Why apes can't talk: our study suggests they've got the voice but not the brains

We all know that parrots can talk. Some people may have even seen elephants, seals, or whales mimicking speech sounds. So why can’t our closest primate relatives speak like us? Our new research suggests they have the right vocal anatomy but not the brainpower to use it.

Scientists have been interested in understanding this phenomenon for centuries. Some have argued that non-human primates didn’t have the right-shaped body parts to make the same sounds as we do, and that human speech evolved after our speech organs changed. But comparative studies have shown that the form and function of the larynx and vocal tract is very similar across most primates species, including humans.

This suggests that the primate vocal tract is “speech ready” but that most species don’t have the neural control to make the complex sounds that comprise human speech. When reviewing the evidence in 1871, Charles Darwin wrote “the brain has no doubt been far more important”.

The call of the indri lemur.

Along with Jeroen Smaers from Stony Brook University in New York, I have been investigating the relationship between the number of different calls that each primate species can make and the architecture of their brains. For example, Golden pottos have only ever been recorded using two different sounds, while chimpanzees and bonobos use around 40.

Our new study, published in Frontiers in Neuroscience, focused on two particular features of the brain. These were the cortical association areas that govern voluntary control over behaviour, and the brainstem nuclei that are involved in the neural control of muscles responsible for vocal production. Cortical association areas are found within the neocortex and are key to the higher order brain functions considered to be the foundation for the complex behaviour of primates.

The results indicate a positive correlation between the relative size of the cortical association areas and the size of the vocal repertoire of primates. In simple terms, primates with bigger cortical association areas tended to make more sounds. But, interestingly, a primate’s vocal repertoire was not linked to the overall size of its brain, just the relative size of these specific areas.

We also found that apes have particularly large cortical association areas, as well as a bigger hypoglossal nucleus than other primates. The hypoglossal nucleus is associated with the cranial nerve that controls the muscles of the tongue. This suggests that our closest primate relatives may have finer and more voluntary control over their tongues than other primate species.

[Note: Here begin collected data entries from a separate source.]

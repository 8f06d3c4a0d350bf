import { endView, endsOfRound, type EndView, type RoundDefinition } from '../../../src/core';
import type { Position } from '../../../src/contract/events';
import type { Db } from '../../db';
import { forbidden, notFound } from '../../http/httpError';
import type { CardSignatureRow } from '../sync/fieldRows';
import { paperWords } from '../signing/cardContent';
import type { CardFacts } from '../signing/cardContent';
import { loadEndRecords, type StoredEnd } from './endRecords';

/** A card signature with the name it shows (the archer's, for one made on paper) and its paper label. */
export type LoadedCardSignature = CardSignatureRow & { id: number; name: string; onPaper?: string };

/**
 * One archer's card in a session, as stored now: what the card views, the PDF and verification
 * read. `StoredCard` is any archer's card, also one no longer on a target (verification still
 * checks it); `CardData` is the card of an archer on a target.
 */
export type StoredCard<Target = number | null, Place = Position | null> = {
  event: { id: number; name: string; venue: string; timeZone: string; startsOn: string; endsOn: string };
  session: { id: number; name: string; startsAt: string; closed: boolean };
  archer: {
    entryId: number;
    name: string;
    club: string;
    email: string | null;
    userId: number | null;
    division: string;
    targetNumber: Target;
    position: Place;
  };
  round: RoundDefinition;
  ends: { endIndex: number; distanceIndex: number; view: EndView; stored: StoredEnd }[];
  /** Current (not superseded) card signatures by role. */
  signatures: Partial<Record<'archer' | 'scorer', LoadedCardSignature>>;
  /** The card as its signatures cover it: every end's current judge signature. */
  facts: CardFacts;
};
export type CardData = StoredCard<number, Position>;

export const isFinal = (card: StoredCard): boolean => !!card.signatures.archer && !!card.signatures.scorer;

type CardRow = {
  event_id: number;
  event_name: string;
  venue: string;
  time_zone: string;
  starts_on: string;
  ends_on: string;
  session_name: string;
  starts_at: string;
  closed_at: string | null;
  name: string;
  club: string;
  email: string | null;
  user_id: number | null;
  division: string;
  target_number: number | null;
  position: Position | null;
  round_json: string | null;
};

/** Reads an archer's card; 404 when the archer has no place (or no round) in the session. */
export async function loadCard(db: Db, sessionId: number, entryId: number): Promise<CardData> {
  const card = await readCard(db, sessionId, entryId);
  const { targetNumber, position } = card.archer;
  if (targetNumber === null || position === null) throw notFound('That archer has no card in this session.');
  return { ...card, archer: { ...card.archer, targetNumber, position } };
}

/**
 * Reads an archer's card in a session of the archer's event, whether or not the archer still has
 * a target there; 404 when the entry is not of that event or its division has no round in it.
 */
export async function readCard(db: Db, sessionId: number, entryId: number): Promise<StoredCard> {
  const row = (await db('event_sessions as s')
    .join('events as ev', 'ev.id', 's.event_id')
    .join('entries as e', (j) => j.on('e.event_id', 's.event_id').andOnVal('e.id', entryId))
    .join('divisions as d', 'd.id', 'e.division_id')
    .leftJoin('target_assignments as ta', (j) => j.on('ta.session_id', 's.id').andOn('ta.entry_id', 'e.id'))
    .leftJoin('session_divisions as sd', (j) =>
      j.on('sd.session_id', 's.id').andOn('sd.division_id', 'e.division_id'),
    )
    .where('s.id', sessionId)
    .first(
      'ev.id as event_id',
      'ev.name as event_name',
      'ev.venue',
      'ev.time_zone',
      'ev.starts_on',
      'ev.ends_on',
      's.name as session_name',
      's.starts_at',
      's.closed_at',
      'e.name',
      'e.club',
      'e.email',
      'e.user_id',
      'd.name as division',
      'ta.target_number',
      'ta.position',
      'sd.round_json',
    )) as CardRow | undefined;
  if (!row) throw notFound('That archer has no card in this session.');
  if (!row.round_json)
    throw notFound(
      `${row.name}'s division has no round in the session "${row.session_name}", so there is no card.`,
    );
  const round = JSON.parse(row.round_json) as RoundDefinition;

  const stored = await loadEndRecords(db, sessionId, [entryId]);
  const ends = endsOfRound(round).map((end) => ({
    endIndex: end.index,
    distanceIndex: end.distanceIndex,
    view: endView(stored.facts(entryId, end.index)),
    stored: stored.end(entryId, end.index),
  }));

  const signatures: CardData['signatures'] = {};
  const signed = (await db('card_signatures as c')
    .join('users as u', 'u.id', 'c.user_id')
    .where({ 'c.session_id': sessionId, 'c.entry_id': entryId })
    .whereNull('c.superseded_at')
    .orderBy('c.id')
    .select('c.*', 'u.display_name as signer')) as (CardSignatureRow & { id: number; signer: string })[];
  for (const { signer, ...s } of signed)
    signatures[s.role] = s.on_paper
      ? { ...s, name: row.name, onPaper: paperWords(signer) }
      : { ...s, name: signer };

  const place =
    row.target_number === null || row.position === null
      ? null
      : { targetNumber: row.target_number, position: row.position };
  const card: StoredCard = {
    event: {
      id: row.event_id,
      name: row.event_name,
      venue: row.venue,
      timeZone: row.time_zone,
      startsOn: row.starts_on,
      endsOn: row.ends_on,
    },
    session: { id: sessionId, name: row.session_name, startsAt: row.starts_at, closed: !!row.closed_at },
    archer: {
      entryId,
      name: row.name,
      club: row.club,
      email: row.email,
      userId: row.user_id,
      division: row.division,
      targetNumber: row.target_number,
      position: row.position,
    },
    round,
    ends,
    signatures,
    facts: {
      eventId: row.event_id,
      sessionId,
      entryId,
      event: { name: row.event_name, startsOn: row.starts_on, endsOn: row.ends_on },
      session: { name: row.session_name, startsAt: row.starts_at },
      archer: { name: row.name, club: row.club, division: row.division },
      place,
      round,
      ends: ends.map(
        ({ stored: s }) => s.signature && { arrows: s.signature.arrows, hash: s.signature.contentHash },
      ),
    },
  };
  return card;
}

/** How the person stands to a card: the archer, a member of the target's group, staff — or no one. */
export async function cardRelation(
  db: Db,
  userId: number,
  card: CardData,
): Promise<{ archer: boolean; task: string | undefined; staff: boolean; judge: boolean }> {
  const member = await db('target_members')
    .where({ session_id: card.session.id, target_number: card.archer.targetNumber, user_id: userId })
    .first('task');
  const roles = (await db('event_roles')
    .where({ event_id: card.event.id, user_id: userId })
    .whereIn('role', ['organizer', 'judge'])
    .pluck('role')) as string[];
  return {
    archer: card.archer.userId === userId,
    task: member?.task,
    staff: roles.length > 0,
    judge: roles.includes('judge'),
  };
}

/** The archer, the target's group, the judges and the organizers may see a card; nobody else. */
export async function requireCardViewer(db: Db, userId: number, card: CardData) {
  const relation = await cardRelation(db, userId, card);
  if (!relation.archer && !relation.task && !relation.staff)
    throw forbidden(
      `Only ${card.archer.name}, the group of target ${card.archer.targetNumber}, the judges and the organizers can see this card.`,
    );
  return relation;
}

By understanding the nature of the relationship between vocal complexity and brain architecture, we hope to identify some of the key elements that underlie the evolution of complex vocal communication in our ancestors, ultimately leading to speech.

Evolution of speech

The origins of speech is a topic that has long been debated. The Société de Linguistique de Paris famously banned any further enquiry into the matter in its publication pages in 1866, as it was deemed to be far too unscientific. But much progress has been made in the last few decades thanks to a wide range of evidence, such as that from studies of communication in other species, fossils and, more recently, genetics.

Research has shown that some primate species, such as vervet monkeys, use “words” to label things (what we would call semantics in human language). Some species even combine calls into simple “sentences” (what we would think of as syntax). This can tell us a lot about the early evolution of language, and the elements of language that might have already been present in our common ancestors with these species some millions of years ago.

The fossil record can also provide insight. Speech itself clearly does not fossilise, so researchers have searched for proxy evidence in the skeletal remains of extinct human relatives. For example, some researchers have argued that the position and shape of the hyoid bone (the only bone in the vocal tract) can tell us something about the origins of speech.

Similarly, other have argued that the diameter of the thoracic canal (which connects the thorax to the nervous system), or the hypoglossal canal (through which the nerves travel to the tongue), can tell us something about breathing, or speech production. And the size and shape of the tiny bones in the middle ear may be able tell us something about speech perception. But, in general, the fossil record is simply too limited to draw any strong conclusions.

Finally, comparing genetics of humans and other species has provided insight into the origins of speech. One much-discussed gene, that seems to be relevant for speech, is the FOXP2 gene. If this gene mutates it leads to difficulties with learning and producing complex mouth movements, and wide-ranging linguistic dificiencies.

It was long thought that the DNA sequence changes in the human FOXP2 gene were a unique trait, related to our unique ability to use speech. But more recent studies have shown that these mutations are also present in some extinct human relatives, and the changes in this gene (and, perhaps language itself) may be much more ancient than previously thought.

Technological developments, such as further ancient DNA sequencing of extinct species, and increased knowledge of the neurobiology of language, are certain to provide further giant leaps. But the future of this contentious and complex field will likely depend on large-scale, multi-disciplinary collaboration. Comparative studies like ours, comparing traits across a range of species, was the primary tool used by Darwin. No doubt such studies will continue to provide important insights into the evolution of this incredible aspect of our behaviour.